The fair value assigned to assets acquired was approximately $9.7 billion and was related primarily to acquired net property, plant and equipment, which included approximately 205,000 net Marcellus acres, approximately 65,000 net Ohio Utica acres and Upper Devonian and Utica drilling rights in Pennsylvania. In addition, the Company identified intangible assets associated with non-compete agreements for former Rice Energy executives. In 2019, the Company recognized impairment of these intangible assets. See Note 1.

The fair values of the acquired natural gas and oil properties were measured using discounted cash flow valuation techniques based on inputs that are not observable in the market and, as such, are considered Level 3 fair value measurements. Significant inputs include estimates of recoverable reserves, production rates, future operating and development costs, future commodity prices and market-based weighted average cost of capital. The fair value of undeveloped property was based on a market approach of comparable transactions using Level 3 inputs. The fair value of the identified intangible assets was determined using the income approach based on inputs that are not observable in the market and, as such, are considered Level 3 fair value measurements. Significant unobservable inputs include estimates of future production levels, future revenues, future costs, the probability that former executives would compete in the absence of such non-compete agreements and customer retention rates.

The Company recorded approximately $2.0 billion in goodwill as a result of the Rice Merger. During the year ended December 31, 2018, the Company recorded impairment of goodwill of $0.5 billion from continuing operations and $0.3 billion for discontinued operations and allocated $1.2 billion of goodwill to discontinued operations, including $387.1 million in unamortized carryover tax basis of tax-deductible goodwill. See Note 1 for a discussion of the 2018 goodwill impairment test.
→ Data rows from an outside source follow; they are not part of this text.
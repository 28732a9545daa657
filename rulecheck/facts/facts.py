"""The product of this step: every subject a rule may judge, with its fields and links."""

from collections.abc import Iterator, Mapping

from rulecheck.values import Interval, Span, Unknown
from rulecheck.values.record import Record, field


class Bounds(Record):
    """A number known only within bounds until what is missing is supplied."""

    range: Interval
    missing: tuple[Unknown, ...]


Value = float | Interval | Bounds | bool | str | tuple[str, ...] | Unknown
"""A field's value: a number, a range, a number within bounds, a truth, words, or not known.

An Interval is a quantity that truly takes all its values; a Bounds or an Unknown is one number,
truth or word that nobody stated.
"""


class Subject(Record):
    """One thing that rules judge; its fields and links are those of its kind's vocabulary."""

    kind: str
    name: str
    values: Mapping[str, Value]
    links: Mapping[str, tuple[str, ...] | Unknown]
    """By link: names of subjects of the kind that the vocabulary says; Unknown: not known."""
    parts: tuple[str, ...]
    nets: tuple[str, ...]
    span: Span
    related: tuple[Span, ...] = ()
    """The places of the other parts, for a report."""


class Facts(Record):
    """All subjects of a stage, by kind in the order of the vocabulary, each kind by name."""

    netlist: str
    subjects: Mapping[str, tuple[Subject, ...]]
    by_name: Mapping[tuple[str, str], Subject] = field(default_factory=dict)

    def of_kind(self, kind: str) -> tuple[Subject, ...]:
        return self.subjects.get(kind, ())

    def __iter__(self) -> Iterator[Subject]:
        for subjects in self.subjects.values():
            yield from subjects
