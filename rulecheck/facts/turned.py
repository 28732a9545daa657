"""Whether all transistors, or all diodes, of a stage look as if their pins came in another order.

Q1 and Q2 of a leg both fit only if drawn the other way up, or both have their gates on the rails
and a main pin on what drives gates: no slip of the pen, but a pin order of the export that is not
the one assumed here.
"""

from collections.abc import Iterable, Sequence

from rulecheck.facts.facts import Subject, Value
from rulecheck.facts.inputs import Inputs
from rulecheck.parts import Part
from rulecheck.values import Unknown
from rulecheck.values.record import Record

FEWEST = 2
"""A single device drawn upside down is a mistake of its own."""


class Suspects(Record):
    """Positions whose devices are all of them turned, and the texts of all suspected devices."""

    positions: frozenset[str]
    devices: tuple[str, ...]
    open: tuple[Unknown, ...]
    """Where no suspicion is certain: what would have to be known to rule it out."""


def find_suspects(inputs: Inputs, positions: Sequence[Subject]) -> Suspects:
    """Certain only where every single one of a class is; else each is judged by itself."""
    turned: list[Subject] = []
    open_points: list[Unknown] = []
    for gated in (True, False):
        same = [p for p in positions if p.values["gated"] is gated and _holds_one_polarity(p)]
        answers = [p.values["turned"] for p in same]
        if len(same) < FEWEST or False in answers:
            continue
        unknown = [answer for answer in answers if isinstance(answer, Unknown)]
        open_points += unknown
        turned += [] if unknown else same
    devices = [name for position in turned for name in position.parts]
    devices += [part.name for part in _misplaced(inputs)]
    names = frozenset(position.name for position in turned)
    return Suspects(names, tuple(dict.fromkeys(devices)), tuple(dict.fromkeys(open_points)))


def _holds_one_polarity(position: Subject) -> bool:
    values = position.values
    return values["holds-off-forward"] != values["holds-off-reverse"]


def _misplaced(inputs: Inputs) -> Sequence[Part]:
    """All gated devices, where each has its gate on a power net and a main pin on none."""
    gated = [part for part in inputs.stage.parts.parts if part.gated]
    if len(gated) < FEWEST or not all(_is_misplaced(inputs, part) for part in gated):
        return ()
    return gated


def _is_misplaced(inputs: Inputs, part: Part) -> bool:
    gates = {inputs.merged(pin.net) for pin in part.pins if pin.role in ("gate", "base")}
    main = {inputs.merged(net) for edge in part.edges for net in (edge.tail, edge.head)}
    return bool(gates & inputs.power_nets) and not main <= inputs.power_nets


def stage_values(inputs: Inputs, suspects: Suspects) -> dict[str, Value]:
    """The stage's fields on the pin order."""
    suspected: Value = bool(suspects.devices)
    if not suspects.devices and suspects.open:
        suspected = suspects.open[0]
    return {
        "pin-order-suspect": suspected,
        "suspect-devices": float(len(suspects.devices)),
        "suspect-models": tuple(sorted(_models(inputs, suspects.devices))),
    }


def _models(inputs: Inputs, names: Iterable[str]) -> set[str]:
    texts = (inputs.part_by_name[name].text for name in names)
    return {inputs.spelling[text.casefold()] for text in texts}
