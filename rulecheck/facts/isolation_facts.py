"""Facts of insulation: where domains of the sheet meet, and how grounds are joined."""

from collections import Counter
from itertools import combinations

from rulecheck.facts.facts import Subject, Value
from rulecheck.facts.inputs import Inputs, stated_number
from rulecheck.facts.terms import SubjectTerm, count, link, number, text, texts, yes_no
from rulecheck.parts import Kind, Part
from rulecheck.stage import Crossing
from rulecheck.values import Dimension, Span, Unknown, natural_key

V = Dimension.VOLTAGE

CROSSING = SubjectTerm(
    "crossing",
    "A part at which two domains of the sheet meet: insulation, or what defeats it.",
    (
        text("kind", "Its kind; `core` where windings on one core meet."),
        text("first", "The one domain."),
        text("second", "The other domain."),
        yes_no("insulates", "It holds the domains apart."),
        texts("chain", "Where it joins them: the parts of the shortest way between them."),
        number("working-voltage", V, "The peak voltage between the domains, as the sheet says."),
        number(
            "test-voltage", V, "What the sheet says; else twice the working one, 1 kV at least."
        ),
        number("insulation-rating", V, "The voltage that its insulation is tested with."),
        number("rated-voltage", V, "Of a capacitor: its rated voltage."),
    ),
    (link("parts", "part", "The part, or the windings."),),
)

GROUND_PAIR = SubjectTerm(
    "ground-pair",
    "Two nets that are both called ground.",
    (
        text("first", "The one ground."),
        text("second", "The other ground."),
        texts("ties", "The parts that join them straight: small resistors, beads, chokes."),
        count("tie-count", "How many parts that are."),
        yes_no("one-domain", "The sheet puts both into one domain."),
    ),
)
_TIE_RESISTANCE = 10.0
"""Ohm; a larger resistor between two grounds is no tie."""
_LEAST_TEST = 1000.0
_TEST_FACTOR = 2.0
"""Twice the supply voltage, at least 1 kV: dielectric test of IEC 60204-1 (from memory)."""


def collect(inputs: Inputs) -> tuple[Subject, ...]:
    times: Counter[str] = Counter()
    found = []
    for crossing in inputs.stage.crossings:
        times[crossing.name] += 1
        first, second = crossing.barrier.domains
        again = times[crossing.name] > 1
        name = f"{crossing.name} {first}/{second}" if again else crossing.name
        found.append(_crossing(inputs, name, crossing))
    return (*found, *_ground_pairs(inputs))


def _crossing(inputs: Inputs, name: str, crossing: Crossing) -> Subject:
    barrier = crossing.barrier
    first, second = barrier.domains
    parts = [inputs.part_by_name[name] for name in crossing.parts]
    working: Value = barrier.voltage or Unknown(
        f"voltage between {first} and {second}",
        f"barriers: [{{between: [{first}, {second}], voltage: ...}}]",
    )
    twice = max(_TEST_FACTOR * working, _LEAST_TEST) if isinstance(working, float) else working
    values: dict[str, Value] = {
        "kind": parts[0].kind.value if len(parts) == 1 else "core",
        "first": first,
        "second": second,
        "insulates": crossing.insulates,
        "chain": crossing.chain,
        "working-voltage": working,
        "test-voltage": barrier.test_voltage or twice,
        "insulation-rating": _insulation(inputs, parts, crossing),
        "rated-voltage": stated_number(parts[0], "ratings.voltage"),
    }
    nets = tuple(dict.fromkeys(net for part in parts for net in part.nets))
    span, related = parts[0].span, inputs.related_spans(crossing.parts)
    links = {"parts": crossing.parts}
    return Subject("crossing", name, values, links, crossing.parts, nets, span, related)


def _insulation(inputs: Inputs, parts: list[Part], crossing: Crossing) -> Value:
    """Of a winding set that is one part the part's, else of whichever winding states it."""
    paths = ("ratings.isolation", "driver.isolation")
    wholes = [inputs.part_by_name[part.module] for part in parts if part.module]
    for part in (*parts, *wholes):
        for path in paths:
            if path in part.data:
                return stated_number(part, path)
    settle = f"ratings.isolation of {parts[0].settle_in}"
    return Unknown(f"insulation rating of {crossing.name}", settle)


def _ground_pairs(inputs: Inputs) -> tuple[Subject, ...]:
    grounds = sorted(inputs.grounds, key=natural_key)
    return tuple(_ground_pair(inputs, a, b) for a, b in combinations(grounds, 2))


def _ground_pair(inputs: Inputs, first: str, second: str) -> Subject:
    merged = {inputs.merged(net) for net in (first, second)}
    near = {name for net in merged for name in inputs.parts_at_net.get(net, ())}
    ties = tuple(
        name
        for name in sorted(near, key=natural_key)
        if _ties(inputs.part_by_name[name], {first, second})
    )
    values: dict[str, Value] = {
        "first": first,
        "second": second,
        "ties": ties,
        "tie-count": float(len(ties)),
        "one-domain": any({first, second} <= set(nets) for nets in inputs.stage.domains.values()),
    }
    span = inputs.span_of_parts(ties) if ties else Span(inputs.stage.netlist, 1)
    related = inputs.related_spans(ties)
    name = f"{first}/{second}"
    return Subject("ground-pair", name, values, {}, ties, (first, second), span, related)


def _ties(part: Part, grounds: set[str]) -> bool:
    if set(part.nets) != grounds or len(part.nets) != 2:
        return False
    if part.kind is Kind.RESISTOR:
        return not isinstance(part.value, Unknown) and part.value <= _TIE_RESISTANCE
    return part.kind in (Kind.INDUCTOR, Kind.FUSE, Kind.CIRCUIT_BREAKER, Kind.VOLTAGE_SOURCE)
For the year ended December 31, 2018 and 2017, the Company recorded transaction costs related to the Rice Merger of $25.4 million and $152.2 million, respectively, from continuing operations and $13.5 million and $85.1 million, respectively, from discontinued operations. For the year ended December 31, 2017, the Company recorded debt issuance costs related to the Rice Merger of $5.1 million from continuing operations and $2.9 million discontinued operations.

Other 2017 Acquisitions

In addition to the Rice Merger, the Company completed other acquisitions with third parties during the year ended December 31, 2017, through which the Company acquired, in the aggregate, approximately 158,500 net Marcellus acres, located primarily in West Virginia, and drilling rights on Ohio Utica acres.

In 2017, the Company paid, in the aggregate, net cash of $740.1 million in connection with the other 2017 acquisitions. The fair value assigned, in the aggregate, to the acquired property, plant and equipment was $750.1 million. In connection with the other 2017 acquisitions, the Company assumed $5.3 million of net current liabilities and $4.7 million of non-current liabilities.

In 2017, as a result of post-closing adjustments on acquisitions completed in 2016, the Company paid $78.9 million for additional undeveloped acreage and recorded $14.3 million in other non-cash adjustments, which reduced the fair value assigned to the acquired property, plant and equipment.

The Company accounted for the other 2017 acquisitions as business combinations using the acquisition method. The fair value of undeveloped property was based on a market approach of comparable transactions using Level 3 inputs.